You only need to worry about that when you're out of room in your registered accounts. Holding Canadian ETFs in a TFSA is extremely tax efficient (since you pay no tax at all on them). If you ALSO had a non-registered account, then you would need to worry about where to put what.


----------



## Sampson (Apr 3, 2009)

MFs in the closet...

Kidding aside, I fully follow tax-efficient investing practices.


----------



## Robillard (Apr 11, 2009)

jumbalaya,
Let's ignore the RRSP for a moment, though for the purposes of this discussion the RRSP is like the TFSA. Suppose you only have a choice between holding investments in your TFSA or a non-registered account. And suppose you only have a choice of 3 kinds of investments:
A Canadian equity fund (like TDB900),
Canadian bonds (like TDB909), and
International investments (like TDB902).

Let's turn the question around and ask what should be moved into a TFSA, rather than what should be moved from a TFSA to a non-registered account.

Generally the kinds of investments that you want to hold in a TFSA are ones that generate "other income", which includes interest income and international income (like foreign dividends). Suppose your marginal Canadian tax rate is 40%, and foreign withholding tax rate on your international investments is 15% (though this varies from 0% to 30% depending on the country in which the underlying investents are held). By moving Canadian bonds from your non-registered account to your TFSA, you reduce the effective tax rate on the income they generate from 40% to zero. By moving the international investments from a non-registered account to your TFSA, you reduce the effective tax rate on the income they generate from 40% to 15%.

Canadian equities are different. The effective tax rate on Canadian eligible dividends varies depending on your tax bracket and your province of residence (anywhere from negative to around 35%). The effective tax rate on capital gains is typically half your marginal tax rate. Assuming that your marginal tax rate on "other income" was 40%, your effective tax rate on capital gains would be 20%, and your effective tax rate on dividends might be around 22%. So, by moving Canadian equities from a non-registered account to your TFSA, you are moving the effective tax rate on income generated by equities from 22% or 20% to zero. 

As a side note, yes you do need to track distributions and ACB for mutual funds or index funds held in a non-registered account. Generally your fund company (or broker) can provide this information though. Also, if you are holding international investmets in a non-registered account, it is your responsibility to claim foreign tax credits fo any foreign withholding tax paid.


----------



## james4beach (Nov 15, 2012)

Make sure you adjust your ACB according to ROC and capital gains distribution. Nobody will do this for you, and if you're not making these adjustments long term then you could be waaaay off when you finally sell the position.


----------



## none (Jan 15, 2013)

I've been thinking about this a lot. I'm in a low tax bracket this year and want to keep this money out of my RRSP (may be used for house purchase later - maybe not).

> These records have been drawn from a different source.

def build_mesh(case: dict, n_per_lambda: int) -> tuple[list[np.ndarray], dict]:
    """Graded rectilinear mesh with a maximum cell of lambda / n_per_lambda in air."""
    dmax = LAM / n_per_lambda
    lo, hi = domain_extent(case)
    margin = 2 * dmax
    lines = []
    fixed = fixed_lines(case)
    for ax in range(3):
        lo_b = lo[ax] - margin - PML_CELLS * dmax
        if case["symmetric"] and ax == 2:
            lo_b = 0.0  # electric wall: openEMS zeroes tangential E on the first line
        if case["symmetric"] and ax == 1:
            # magnetic wall: openEMS zeroes tangential H on the first dual line, half a cell
            # inside the domain; the first cell is centred on y = 0 so the wall lies at y = 0
            lo_b = -symmetry_half_cell(case)
        hi_b = hi[ax] + margin + PML_CELLS * dmax
        f = sorted({round(v, 6) for v in fixed[ax] + [lo_b, hi_b] if lo_b <= v <= hi_b})
        if case["kind"] == "horn" and ax > 0:
            # fine band where the slanted walls run: every column crosses at least one line
            # inside a 2 mm wall, so the staircased walls are closed
            a_or_b = case["a"] if ax == 1 else case["b"]
            big = case["aperture"][ax - 1]
            band = np.arange(a_or_b / 2, big / 2 + WALL_M + 0.0125, 0.0015)
            f = sorted(set(f) | {round(v, 6) for v in band})
        if case["kind"] in ("guide", "horn") and ax > 0:
            # the guide's cross-section resolved on every mesh: 20 cells across each
            # dimension, so the TE10 power through it integrates accurately
            half = (case["a"] if ax == 1 else case["b"]) / 2
            inner = np.linspace(-half, half, 22)  # 21 cells: y = 0 is a cell centre
            f = sorted(set(f) | {round(v, 6) for v in inner if lo_b <= v <= hi_b})
        if case["kind"] == "probe" and ax == 0:
            f = sorted(set(f) | {round(v, 6) for v in np.arange(0.0, case["height"], 0.002)})
        if case["symmetric"] and ax == 1:
            f = [v for v in f if abs(v) > 1e-9]  # y = 0 is a cell centre, not a line
        f = merge_close(f, set(round(v, 6) for v in fixed[ax]), MIN_GAP_M)
        ln = SmoothMeshLines(np.array(f), dmax, ratio=1.4)
        lines.append(np.unique(np.round(np.asarray(ln), 7)))
    info = {
        "max_cell_m": dmax,
        "lambda_over": n_per_lambda,
        "smallest_cell_m": float(min(np.min(np.diff(ln)) for ln in lines)),
        "lines": [len(ln) for ln in lines],
        "cells": int(np.prod([len(ln) - 1 for ln in lines])),
    }
    return lines, info
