@pytest.mark.parametrize("n", [1, 2])
def test_started_pieces_do_not_see_what_is_kept_after_the_start(n: int) -> None:
    """start_each: the pieces see the state at the start, whatever this process does next."""
    model, pts = object(), np.array([[0.5, 0.25, 2.0]])
    piece = _memo_piece(model, pts, "looked_up")
    with memo.shared_field_evaluations() as m:
        pending = workers.start_each([piece, piece, piece], workers=n)
        m.fields(model, 1.0, pts, _constant_fields)  # kept after the start: no piece sees it
        assert pending.results() == [0, 0, 0]
        assert pending.results() == [0, 0, 0]  # asked again: the same list


@pytest.mark.skipif(not LINUX, reason="pieces run in forked children on Linux only")
def test_one_started_child_works_beside_this_process() -> None:
    """start_each with one worker forks it (this process goes on meanwhile)."""
    results = workers.start_each([_pid, _pid, _pid], workers=1).results()
    assert len(set(results)) == 1 and results[0] != os.getpid()


def test_a_single_worker_in_all_starts_nothing(monkeypatch: pytest.MonkeyPatch) -> None:
    monkeypatch.setenv(workers.WORKERS_VARIABLE, "1")
    assert workers.start_each([_pid, _pid], workers=1).results() == [os.getpid()] * 2


@pytest.mark.skipif(not LINUX, reason="pieces run in forked children on Linux only")
def test_cancelled_pieces_leave_no_child_behind() -> None:
    import time

    pending = workers.start_each([lambda: time.sleep(30), lambda: time.sleep(30)], workers=2)
    children = [pid for _, pid, _ in pending._children.values()]
    pending.cancel()
    for pid in children:
        with pytest.raises(ChildProcessError):
            os.waitpid(pid, os.WNOHANG)


@pytest.mark.skipif(not LINUX, reason="pieces run in forked children on Linux only")
def test_no_process_to_be_had_runs_the_pieces_here(monkeypatch: pytest.MonkeyPatch) -> None:
    def refuse() -> int:
        raise OSError(11, "Resource temporarily unavailable")

    monkeypatch.setattr(workers.os, "fork", refuse)
    assert workers.run_each([_pid, _pid], workers=2) == [os.getpid(), os.getpid()]


@pytest.mark.parametrize("n", [1, 2])
def test_a_failing_piece_raises_its_own_error(n: int) -> None:
    def bad() -> None:
        raise ValueError("piece 2 failed")

    with pytest.raises(ValueError, match="piece 2 failed"):
        workers.run_each([_pid, bad, _pid], workers=n)


@pytest.mark.skipif(not LINUX, reason="pieces run in forked children on Linux only")
def test_a_result_that_does_not_pickle_is_made_here() -> None:
    results = workers.run_each([lambda: lambda: 7, _pid], workers=2)
    assert results[0]() == 7 and results[1] != os.getpid()
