"""Maps on a plane: grids, their evaluation, limit zones and the shapes a sign would state.

=====================  ===============================================================
:mod:`.grids`          planes, grids, default windows; where objects cut a plane
:mod:`.evaluation`     the scenario on a grid: fields, densities, quotients
:mod:`.zones`          zones, enclosing shapes and cylinders; :func:`run_map`
:mod:`.exports`        CSV, NPZ and GeoJSON
=====================  ===============================================================

A *map* samples the time-averaged fields of a scenario on a regular grid in a
plane (a principal plane through a point, the horizontal plane at a height, the
vertical plane through a boresight, or any plane by origin and two axes).  From
it come

* the **zone** of each limit: the region of the plane where the exposure
  quotient reaches one, as polygons with holes (marching squares on
  :math:`\\log_{10} q`, through :mod:`contourpy`, the contouring engine of
  matplotlib), written as GeoJSON in metres for marking out with tape;
* the **enclosing shapes** a safety sign states: a circle about the source, an
  axis-aligned box on the plane, and a vertical cylinder about the first source
  (radius and height range) from a ray scan in three dimensions.

Accuracy and conservatism
-------------------------
Linear interpolation of :math:`\\log_{10} q` between grid nodes places a crossing
exactly where :math:`q \\propto r^{-2}` (the far field) and within a fraction of a
grid step elsewhere, but a zone narrower than a step can fall between nodes.
Every enclosing shape is therefore widened by one grid step (the ``margin_m``),
and where a model states a gain uncertainty the shapes are drawn around the
zone at :math:`q \\ge 10^{-u/10}` instead of :math:`q \\ge 1`.  A zone that
touches the edge of the map is flagged ``clipped``: the shapes are then lower
bounds and the map must be widened.  The keep-out sphere of
:mod:`keepclear.fields.keepout` bounds every zone; its section with the plane is
reported beside the shapes.

The cylinder comes from rays in 800-odd quasi-uniform directions plus a
horizontal ring, the radiators' axes and the keep-out direction, sampled out to
1.25 times the keep-out radius, together with the zone outlines of the maps; it is
widened by one radial step.  The maps also check the keep-out search: the
farthest zone point of a map from the keep-out centre (:meth:`MapRun.reach_m`)
should not exceed the keep-out radius by more than a grid step; where it does, the
larger figure is the one to mark out.

References
----------
.. [1] W. E. Lorensen and H. E. Cline, "Marching cubes: a high resolution 3D
   surface construction algorithm", *Computer Graphics* 21(4) (1987) 163-169,
   doi:10.1145/37402.37422 (the two-dimensional case is marching squares).
.. [2] H. Butler et al., "The GeoJSON Format", IETF RFC 7946 (2016), sec. 3.1.6
   (Polygon, ring orientation) and 3.1.7 (MultiPolygon).
.. [3] FCC OET Bulletin 65, Edition 97-01 (1997), sec. 4 (controlling access:
   marking the area where limits may be exceeded).
"""

from keepclear.antennas.base import ModelRangeWarning

from .evaluation import (
    INSIDE_SOURCE_QUOTIENT,
    SINGULAR_DENSITY_W_M2,
    MapResult,
    ProgressCallback,
    busy,
    evaluate_map,
    limit_values,
)
from .exports import grid_csv_bytes, grid_npz_bytes, map_geojson, zones_geojson
from .grids import (
    DEFAULT_PIXELS,
    KEEPOUT_EXTENT_FACTOR,
    MAX_GRID_BYTES,
    MAX_PIXELS_PER_SIDE,
    MIN_HALF_EXTENT_M,
    PLANE_NAMES,
    SOURCE_HEIGHT_NAME,
    Grid,
    Plane,
    boresight_plane,
    convex_section,
    custom_plane,
    default_half_extent_m,
    default_window_m,
    grid_bytes,
    height_stem,
    horizontal_plane,
    main_axis,
    make_grid,
    object_corners,
    opening_corners,
    plane_trace,
    point_letter,
    principal_plane,
    projected_hull,
    round_extent_m,
    source_height_m,
    source_height_plane,
)
from .zones import (
    Cylinder,
    MapRun,
    Zone,
    contour_lines,
    enclosing_shapes,
    keepout_cylinders,
    log_quotient,
    map_zones,
    ring_signed_area,
    run_map,
    sphere_section,
    uncertainty_level,
    zone_of,
)

__all__ = [
    "DEFAULT_PIXELS",
    "INSIDE_SOURCE_QUOTIENT",
    "KEEPOUT_EXTENT_FACTOR",
    "MAX_GRID_BYTES",
    "MAX_PIXELS_PER_SIDE",
    "MIN_HALF_EXTENT_M",
    "PLANE_NAMES",
    "SOURCE_HEIGHT_NAME",
    "SINGULAR_DENSITY_W_M2",
    "Cylinder",
    "Grid",
    "MapResult",
    "MapRun",
    "ModelRangeWarning",
    "Plane",
    "ProgressCallback",
    "Zone",
    "boresight_plane",
    "busy",
    "contour_lines",
    "convex_section",
    "custom_plane",
    "default_half_extent_m",
    "default_window_m",
    "enclosing_shapes",
    "evaluate_map",
    "grid_bytes",
    "grid_csv_bytes",
    "grid_npz_bytes",
    "height_stem",
    "horizontal_plane",
    "keepout_cylinders",
    "limit_values",
    "log_quotient",
    "main_axis",
    "make_grid",
    "map_geojson",
    "map_zones",
    "object_corners",
    "opening_corners",
    "plane_trace",
    "point_letter",
    "principal_plane",
    "projected_hull",
    "ring_signed_area",
    "round_extent_m",
    "source_height_m",
    "source_height_plane",
    "run_map",
    "sphere_section",
    "uncertainty_level",
    "zone_of",
    "zones_geojson",
]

Anyway, because I'm in the lowest bracket - and live in BC my canadian capital gains should be 10.03% which is almost noise as far as I can tell. If I invest 10K and make 10% then really I'm only taxed at 1% of the total amount I put in which assuming I have it in a low MER fund then it will hopefully still be below the MER of many mutual funds. To make it better I only have to pay this 'tax MER' if I make money. That's the way I think about it.

One question though - looking at this table:
http://www.taxtips.ca/taxrates/bc.htm

It says I have a marginal tax rate of -6.84% for eligible dividends. What does that mean?


----------



## AltaRed (Jun 8, 2009)

none said:


> It says I have a marginal tax rate of -6.84% for eligible dividends. What does that mean?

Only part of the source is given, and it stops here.